(Saved data entries)

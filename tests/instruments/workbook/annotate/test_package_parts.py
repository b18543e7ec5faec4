"""The copy of a package: parts as they are packed, whatever wrote them."""

import io
import zipfile
from pathlib import Path

import pytest

from instruments.workbook.annotate.package_parts import Changes
from instruments.workbook.package import Package
from tests.instruments.workbook.annotate.shapes import PLAIN, TYPES, made, parsed, raw
from tests.instruments.workbook.packages import RELATIONS


class Unseekable(io.RawIOBase):
    """A stream as a web server writes a workbook into: what a part's length is stands behind it."""

    def __init__(self) -> None:
        self.kept = io.BytesIO()

    def writable(self) -> bool:
        return True

    def write(self, data: bytes) -> int:
        return self.kept.write(data)


def streamed(parts: dict[str, bytes]) -> bytes:
    out = Unseekable()
    with zipfile.ZipFile(out, "w", zipfile.ZIP_DEFLATED) as package:
        for name, data in parts.items():
            package.writestr(name, data)
    return out.kept.getvalue()


def large(parts: dict[str, bytes]) -> bytes:
    """Written for parts of more than 4 GB, which none is."""
    out = io.BytesIO()
    with zipfile.ZipFile(out, "w", zipfile.ZIP_DEFLATED) as package:
        for name, data in parts.items():
            with package.open(name, "w", force_zip64=True) as stream:
                stream.write(data)
    return out.getvalue()


def commented(parts: dict[str, bytes]) -> bytes:
    """With a note and a field of its own at each part."""
    out = io.BytesIO()
    with zipfile.ZipFile(out, "w", zipfile.ZIP_DEFLATED) as package:
        for name, data in parts.items():
            entry = zipfile.ZipInfo(name, (2020, 2, 3, 4, 5, 6))
            entry.compress_type = zipfile.ZIP_DEFLATED
            entry.comment = b"note"
            entry.extra = b"\x55\x54\x05\x00\x01\x00\x00\x00\x00"
            package.writestr(entry, data)
    return out.getvalue()


def behind_something(parts: dict[str, bytes]) -> bytes:
    return b"#! not part of it\n" * 50 + streamed(parts)


def named_oddly(parts: dict[str, bytes]) -> bytes:
    out = io.BytesIO()
    with zipfile.ZipFile(out, "w") as package:
        for name, data in parts.items():
            package.writestr(
                zipfile.ZipInfo(name if name.startswith("[") else name.replace("xl/work", "XL\\Work")), data
            )
        package.writestr("docProps/größe µ.xml", "<a/>")
        package.writestr("media/", "")
    return out.getvalue()


@pytest.mark.parametrize("write", [streamed, large, commented, behind_something, named_oddly])
def test_parts_are_copied_as_they_are_packed(write: object, tmp_path: Path) -> None:
    assert callable(write)
    with zipfile.ZipFile(io.BytesIO(made(PLAIN))) as package:
        parts = {name: package.read(name) for name in package.namelist()} | {
            "xl/media/image1.png": bytes(range(256)) * 99
        }
    before, after = tmp_path / "before.xlsx", tmp_path / "after.xlsx"
    before.write_bytes(write(parts))
    with Package(before, file="before.xlsx") as package:
        changes = Changes(package)
        changes.put_bytes("xl/worksheets/sheet1.xml", b"<changed/>")
        changes.put_bytes("xl/new.xml", b"<new/>")
        changes.write(after)
    with zipfile.ZipFile(before) as old, zipfile.ZipFile(after) as new:
        assert new.testzip() is None
        assert new.namelist() == [*old.namelist(), "xl/new.xml"]
        for entry in old.infolist():
            twin = new.getinfo(entry.filename)
            if "sheet1" in entry.filename:
                assert new.read(twin) == b"<changed/>"
                continue
            assert new.read(twin) == old.read(entry)
            assert (twin.compress_size, twin.CRC, twin.date_time, twin.external_attr, twin.comment) == (
                entry.compress_size, entry.CRC, entry.date_time, entry.external_attr, entry.comment,
            )  # fmt: skip
            assert not twin.flag_bits & 0x08


def test_relations_and_types_are_added_to(tmp_path: Path) -> None:
    path, after = tmp_path / "list.xlsx", tmp_path / "after.xlsx"
    path.write_bytes(made(PLAIN))
    with Package(path, file="list.xlsx") as package:
        changes = Changes(package)
        names = [
            changes.refer("xl/worksheets/sheet1.xml", "comments", f"xl/comments{number}.xml", spaces="urn:kinds")
            for number in (1, 2)
        ]
        assert changes.refer("xl/workbook.xml", "styles", "xl/styles.xml", spaces="urn:kinds") == "ferrule1"
        assert changes.free_name("xl/worksheets/sheet{}.xml") == "xl/worksheets/sheet2.xml"
        changes.declare("xl/comments1.xml", "application/comments")
        changes.declare_ending("vml", "application/boxes")
        changes.declare_ending("xml", "application/never")
        changes.write(after)
    assert names == ["ferrule1", "ferrule2"]
    with zipfile.ZipFile(after) as package:
        relations = parsed(package.read("xl/worksheets/_rels/sheet1.xml.rels"))
        assert {each.tag for each in relations} == {f"{{{RELATIONS}}}Relationship"}
        assert [dict(each.attrib) for each in relations] == [
            {"Id": f"ferrule{number}", "Type": "urn:kinds/comments", "Target": f"../comments{number}.xml"}
            for number in (1, 2)
        ]
        types = {next(iter(each.attrib.values())): each for each in parsed(package.read("[Content_Types].xml"))}
        assert types["vml"].get("ContentType") == "application/boxes"
        assert types["xml"].get("ContentType") == "application/xml"
        assert types["/xl/comments1.xml"].tag == f"{{{TYPES}}}Override"
        assert list(raw(after))[-1] == "xl/worksheets/_rels/sheet1.xml.rels"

# [Brief]
What is needed is every line from the beginning of the data up to and including the line with "out = Unseekable()", given again word for word.

# [Answer below]
filename tests/instruments/workbook/annotate/test_package_parts.py
repository b18543e7ec5faec4
"""The copy of a package: parts as they are packed, whatever wrote them."""

import io
import zipfile
from pathlib import Path

import pytest

from instruments.workbook.annotate.package_parts import Changes
from instruments.workbook.package import Package
from tests.instruments.workbook.annotate.shapes import PLAIN, TYPES, made, parsed, raw
from tests.instruments.workbook.packages import RELATIONS


class Unseekable(io.RawIOBase):
    """A stream as a web server writes a workbook into: what a part's length is stands behind it."""

    def __init__(self) -> None:
        self.kept = io.BytesIO()

    def writable(self) -> bool:
        return True

    def write(self, data: bytes) -> int:
        return self.kept.write(data)


def streamed(parts: dict[str, bytes]) -> bytes:
    out = Unseekable()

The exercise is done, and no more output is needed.